Dataset entries
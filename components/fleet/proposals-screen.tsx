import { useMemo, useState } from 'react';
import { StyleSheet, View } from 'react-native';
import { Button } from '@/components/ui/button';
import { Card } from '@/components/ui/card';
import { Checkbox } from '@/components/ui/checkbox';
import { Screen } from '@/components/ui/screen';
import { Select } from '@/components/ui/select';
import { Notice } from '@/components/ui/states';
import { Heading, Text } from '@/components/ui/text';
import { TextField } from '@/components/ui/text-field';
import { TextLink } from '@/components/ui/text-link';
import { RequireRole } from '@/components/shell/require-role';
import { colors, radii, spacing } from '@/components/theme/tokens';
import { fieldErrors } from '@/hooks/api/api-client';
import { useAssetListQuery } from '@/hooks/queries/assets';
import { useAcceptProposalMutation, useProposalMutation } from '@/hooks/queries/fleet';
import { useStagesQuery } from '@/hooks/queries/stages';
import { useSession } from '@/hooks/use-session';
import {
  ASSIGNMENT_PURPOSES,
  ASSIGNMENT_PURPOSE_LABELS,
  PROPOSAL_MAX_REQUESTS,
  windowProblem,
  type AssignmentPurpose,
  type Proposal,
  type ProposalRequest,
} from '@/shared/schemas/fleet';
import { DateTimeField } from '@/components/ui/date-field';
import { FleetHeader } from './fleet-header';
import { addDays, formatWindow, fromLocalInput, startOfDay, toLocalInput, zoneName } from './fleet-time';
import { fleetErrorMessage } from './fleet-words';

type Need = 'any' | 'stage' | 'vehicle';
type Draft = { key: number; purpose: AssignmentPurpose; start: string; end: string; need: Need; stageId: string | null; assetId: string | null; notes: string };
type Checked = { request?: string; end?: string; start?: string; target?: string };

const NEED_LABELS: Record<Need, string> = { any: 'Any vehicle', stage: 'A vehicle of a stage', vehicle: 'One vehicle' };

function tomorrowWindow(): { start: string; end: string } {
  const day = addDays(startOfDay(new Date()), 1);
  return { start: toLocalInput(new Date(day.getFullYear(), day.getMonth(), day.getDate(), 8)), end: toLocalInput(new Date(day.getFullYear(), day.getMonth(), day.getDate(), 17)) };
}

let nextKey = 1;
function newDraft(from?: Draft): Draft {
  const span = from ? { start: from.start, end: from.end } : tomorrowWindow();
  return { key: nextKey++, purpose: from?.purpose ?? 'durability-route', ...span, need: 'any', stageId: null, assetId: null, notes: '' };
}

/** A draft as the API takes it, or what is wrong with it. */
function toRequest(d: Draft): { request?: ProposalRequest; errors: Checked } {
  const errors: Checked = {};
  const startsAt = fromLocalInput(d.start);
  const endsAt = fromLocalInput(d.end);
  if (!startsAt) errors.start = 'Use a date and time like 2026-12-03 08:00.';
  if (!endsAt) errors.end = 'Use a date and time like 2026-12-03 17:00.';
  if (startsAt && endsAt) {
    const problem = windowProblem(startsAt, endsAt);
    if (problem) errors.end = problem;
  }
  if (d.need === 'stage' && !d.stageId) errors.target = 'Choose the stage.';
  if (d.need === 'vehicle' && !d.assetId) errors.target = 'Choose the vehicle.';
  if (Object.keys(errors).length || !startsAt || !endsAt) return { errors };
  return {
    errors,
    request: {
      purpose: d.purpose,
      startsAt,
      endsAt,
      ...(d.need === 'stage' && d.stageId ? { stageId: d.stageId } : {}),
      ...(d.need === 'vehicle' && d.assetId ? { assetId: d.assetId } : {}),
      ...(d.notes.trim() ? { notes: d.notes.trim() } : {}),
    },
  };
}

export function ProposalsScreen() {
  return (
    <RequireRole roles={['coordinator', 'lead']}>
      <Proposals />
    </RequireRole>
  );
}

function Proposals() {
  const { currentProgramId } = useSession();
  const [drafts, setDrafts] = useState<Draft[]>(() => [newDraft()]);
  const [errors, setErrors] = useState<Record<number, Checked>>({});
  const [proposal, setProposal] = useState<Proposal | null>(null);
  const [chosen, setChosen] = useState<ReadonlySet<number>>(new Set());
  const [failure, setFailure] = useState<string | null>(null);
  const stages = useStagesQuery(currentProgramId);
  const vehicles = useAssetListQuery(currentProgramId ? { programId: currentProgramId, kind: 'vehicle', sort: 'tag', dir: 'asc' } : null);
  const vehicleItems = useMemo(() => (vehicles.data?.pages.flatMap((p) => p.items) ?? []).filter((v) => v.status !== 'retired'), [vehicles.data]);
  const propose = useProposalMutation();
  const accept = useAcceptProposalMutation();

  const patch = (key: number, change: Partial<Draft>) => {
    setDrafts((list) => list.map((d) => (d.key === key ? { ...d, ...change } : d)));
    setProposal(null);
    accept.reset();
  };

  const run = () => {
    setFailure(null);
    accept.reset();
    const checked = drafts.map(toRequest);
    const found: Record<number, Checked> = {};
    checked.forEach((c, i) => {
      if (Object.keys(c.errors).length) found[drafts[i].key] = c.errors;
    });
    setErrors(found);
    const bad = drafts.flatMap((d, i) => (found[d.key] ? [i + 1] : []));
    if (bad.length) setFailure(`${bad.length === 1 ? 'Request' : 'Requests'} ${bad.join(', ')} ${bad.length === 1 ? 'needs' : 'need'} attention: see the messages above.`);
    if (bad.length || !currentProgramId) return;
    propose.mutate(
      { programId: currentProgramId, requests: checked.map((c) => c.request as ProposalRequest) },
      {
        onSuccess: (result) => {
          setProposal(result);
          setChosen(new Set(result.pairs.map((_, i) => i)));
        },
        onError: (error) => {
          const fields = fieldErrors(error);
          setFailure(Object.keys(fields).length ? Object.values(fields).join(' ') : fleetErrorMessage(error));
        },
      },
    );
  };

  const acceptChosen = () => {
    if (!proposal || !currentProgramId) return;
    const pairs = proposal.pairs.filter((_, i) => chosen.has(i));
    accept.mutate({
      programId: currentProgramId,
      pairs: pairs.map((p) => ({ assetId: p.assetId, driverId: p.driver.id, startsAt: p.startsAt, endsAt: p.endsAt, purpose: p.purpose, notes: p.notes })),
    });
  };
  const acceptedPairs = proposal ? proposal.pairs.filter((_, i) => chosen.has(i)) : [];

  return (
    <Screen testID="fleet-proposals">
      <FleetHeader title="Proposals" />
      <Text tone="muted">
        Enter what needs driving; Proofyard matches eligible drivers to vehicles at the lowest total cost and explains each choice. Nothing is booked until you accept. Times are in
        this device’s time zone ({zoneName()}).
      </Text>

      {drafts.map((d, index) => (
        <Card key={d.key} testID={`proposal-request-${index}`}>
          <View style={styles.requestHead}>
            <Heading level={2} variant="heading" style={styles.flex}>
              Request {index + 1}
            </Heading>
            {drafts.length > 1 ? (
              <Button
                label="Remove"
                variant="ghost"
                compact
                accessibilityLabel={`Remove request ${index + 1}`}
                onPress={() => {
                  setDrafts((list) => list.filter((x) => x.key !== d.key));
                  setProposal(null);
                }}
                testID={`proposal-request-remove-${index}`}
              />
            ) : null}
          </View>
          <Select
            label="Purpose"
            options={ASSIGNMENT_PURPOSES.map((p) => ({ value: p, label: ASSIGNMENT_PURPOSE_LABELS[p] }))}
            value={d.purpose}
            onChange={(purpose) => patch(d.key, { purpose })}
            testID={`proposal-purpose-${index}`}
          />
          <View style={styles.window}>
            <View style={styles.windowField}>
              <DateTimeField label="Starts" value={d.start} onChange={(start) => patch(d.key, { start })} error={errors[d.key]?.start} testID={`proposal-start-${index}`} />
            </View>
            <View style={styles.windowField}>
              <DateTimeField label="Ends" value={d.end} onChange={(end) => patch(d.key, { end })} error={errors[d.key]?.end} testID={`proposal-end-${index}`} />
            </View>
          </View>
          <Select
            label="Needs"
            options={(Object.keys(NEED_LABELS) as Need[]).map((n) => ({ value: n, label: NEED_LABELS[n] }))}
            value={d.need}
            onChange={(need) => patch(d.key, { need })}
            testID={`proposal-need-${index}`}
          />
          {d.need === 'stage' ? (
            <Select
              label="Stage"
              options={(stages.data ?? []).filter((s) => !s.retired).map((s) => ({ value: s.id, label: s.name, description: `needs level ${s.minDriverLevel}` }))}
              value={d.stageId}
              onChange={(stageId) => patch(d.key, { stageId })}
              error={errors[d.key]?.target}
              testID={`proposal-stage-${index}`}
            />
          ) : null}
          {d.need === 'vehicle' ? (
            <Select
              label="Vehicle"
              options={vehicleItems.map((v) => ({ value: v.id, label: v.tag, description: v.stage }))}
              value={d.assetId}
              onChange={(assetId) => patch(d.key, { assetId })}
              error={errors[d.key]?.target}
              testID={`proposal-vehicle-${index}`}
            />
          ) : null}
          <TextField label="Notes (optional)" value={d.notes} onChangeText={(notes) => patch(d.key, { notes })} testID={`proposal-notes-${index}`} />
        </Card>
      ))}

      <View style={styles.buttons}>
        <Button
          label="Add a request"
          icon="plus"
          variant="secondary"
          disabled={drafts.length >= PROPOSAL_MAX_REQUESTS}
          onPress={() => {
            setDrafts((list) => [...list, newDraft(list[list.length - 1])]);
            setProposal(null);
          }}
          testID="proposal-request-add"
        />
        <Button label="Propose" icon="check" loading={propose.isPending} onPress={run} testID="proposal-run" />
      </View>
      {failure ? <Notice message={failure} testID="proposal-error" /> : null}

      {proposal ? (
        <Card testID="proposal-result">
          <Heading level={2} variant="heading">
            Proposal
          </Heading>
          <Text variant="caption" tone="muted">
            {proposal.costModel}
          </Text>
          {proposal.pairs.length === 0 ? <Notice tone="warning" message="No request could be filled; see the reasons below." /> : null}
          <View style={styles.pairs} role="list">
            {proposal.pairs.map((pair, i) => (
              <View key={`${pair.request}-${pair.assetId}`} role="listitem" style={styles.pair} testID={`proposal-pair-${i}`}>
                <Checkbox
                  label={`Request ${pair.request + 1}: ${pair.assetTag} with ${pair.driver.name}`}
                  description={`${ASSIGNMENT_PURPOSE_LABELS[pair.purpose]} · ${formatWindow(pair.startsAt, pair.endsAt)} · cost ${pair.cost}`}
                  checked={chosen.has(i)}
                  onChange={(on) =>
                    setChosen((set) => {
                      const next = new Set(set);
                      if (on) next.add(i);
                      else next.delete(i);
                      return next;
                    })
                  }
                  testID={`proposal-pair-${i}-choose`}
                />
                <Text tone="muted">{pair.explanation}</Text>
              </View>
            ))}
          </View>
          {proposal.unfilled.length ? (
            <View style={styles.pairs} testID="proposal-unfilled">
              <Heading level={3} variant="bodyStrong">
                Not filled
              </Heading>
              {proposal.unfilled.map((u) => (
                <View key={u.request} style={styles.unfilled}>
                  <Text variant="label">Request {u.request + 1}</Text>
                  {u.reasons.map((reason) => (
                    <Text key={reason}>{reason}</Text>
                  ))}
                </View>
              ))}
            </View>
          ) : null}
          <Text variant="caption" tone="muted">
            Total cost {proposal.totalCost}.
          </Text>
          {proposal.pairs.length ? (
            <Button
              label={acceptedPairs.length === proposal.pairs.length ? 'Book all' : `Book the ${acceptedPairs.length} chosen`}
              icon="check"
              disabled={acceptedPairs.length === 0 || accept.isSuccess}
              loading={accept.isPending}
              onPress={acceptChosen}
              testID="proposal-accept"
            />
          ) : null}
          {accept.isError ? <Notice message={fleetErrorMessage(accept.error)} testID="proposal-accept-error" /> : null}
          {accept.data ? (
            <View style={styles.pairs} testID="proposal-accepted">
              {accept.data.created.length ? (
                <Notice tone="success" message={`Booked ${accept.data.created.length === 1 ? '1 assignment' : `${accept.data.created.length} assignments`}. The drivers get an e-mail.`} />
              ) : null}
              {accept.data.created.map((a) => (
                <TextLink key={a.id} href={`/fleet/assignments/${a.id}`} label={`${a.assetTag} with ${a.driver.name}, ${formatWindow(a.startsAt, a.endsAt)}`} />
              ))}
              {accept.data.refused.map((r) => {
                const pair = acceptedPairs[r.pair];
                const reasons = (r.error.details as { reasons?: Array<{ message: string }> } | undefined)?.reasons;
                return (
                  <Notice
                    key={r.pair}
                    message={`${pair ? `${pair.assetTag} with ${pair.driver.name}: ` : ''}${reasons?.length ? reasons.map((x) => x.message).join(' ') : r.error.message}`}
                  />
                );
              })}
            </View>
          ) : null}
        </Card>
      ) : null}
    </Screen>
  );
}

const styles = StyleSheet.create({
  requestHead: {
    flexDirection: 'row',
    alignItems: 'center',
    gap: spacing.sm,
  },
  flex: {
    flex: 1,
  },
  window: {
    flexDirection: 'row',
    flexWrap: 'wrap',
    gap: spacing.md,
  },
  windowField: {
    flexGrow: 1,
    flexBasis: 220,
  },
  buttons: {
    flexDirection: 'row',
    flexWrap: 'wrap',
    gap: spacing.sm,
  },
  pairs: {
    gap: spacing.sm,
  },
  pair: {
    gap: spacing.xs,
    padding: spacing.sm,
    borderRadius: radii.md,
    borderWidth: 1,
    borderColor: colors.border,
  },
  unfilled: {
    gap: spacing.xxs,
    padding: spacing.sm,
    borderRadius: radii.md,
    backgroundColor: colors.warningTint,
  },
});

--

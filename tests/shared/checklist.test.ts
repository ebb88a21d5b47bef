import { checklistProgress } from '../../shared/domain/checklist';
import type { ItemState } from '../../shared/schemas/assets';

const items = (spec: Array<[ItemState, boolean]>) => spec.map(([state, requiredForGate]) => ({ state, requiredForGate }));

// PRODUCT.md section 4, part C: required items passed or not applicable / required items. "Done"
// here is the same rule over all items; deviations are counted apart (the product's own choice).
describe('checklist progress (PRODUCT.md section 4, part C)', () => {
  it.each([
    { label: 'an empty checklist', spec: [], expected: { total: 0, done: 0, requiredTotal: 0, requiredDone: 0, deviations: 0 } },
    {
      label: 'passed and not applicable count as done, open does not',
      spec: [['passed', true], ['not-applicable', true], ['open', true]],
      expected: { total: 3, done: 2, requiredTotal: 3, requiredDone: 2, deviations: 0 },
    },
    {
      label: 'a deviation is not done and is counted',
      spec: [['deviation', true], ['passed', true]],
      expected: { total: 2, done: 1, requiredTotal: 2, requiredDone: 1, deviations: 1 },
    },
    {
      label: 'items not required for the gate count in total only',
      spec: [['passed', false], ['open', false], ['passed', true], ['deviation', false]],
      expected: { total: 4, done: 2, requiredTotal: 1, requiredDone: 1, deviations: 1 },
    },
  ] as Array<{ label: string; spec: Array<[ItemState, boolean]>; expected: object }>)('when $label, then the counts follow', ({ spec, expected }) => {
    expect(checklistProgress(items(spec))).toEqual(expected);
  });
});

# Work instructions
Write only the number of lines above in which the word "startsAt" is found.

# Answer area
9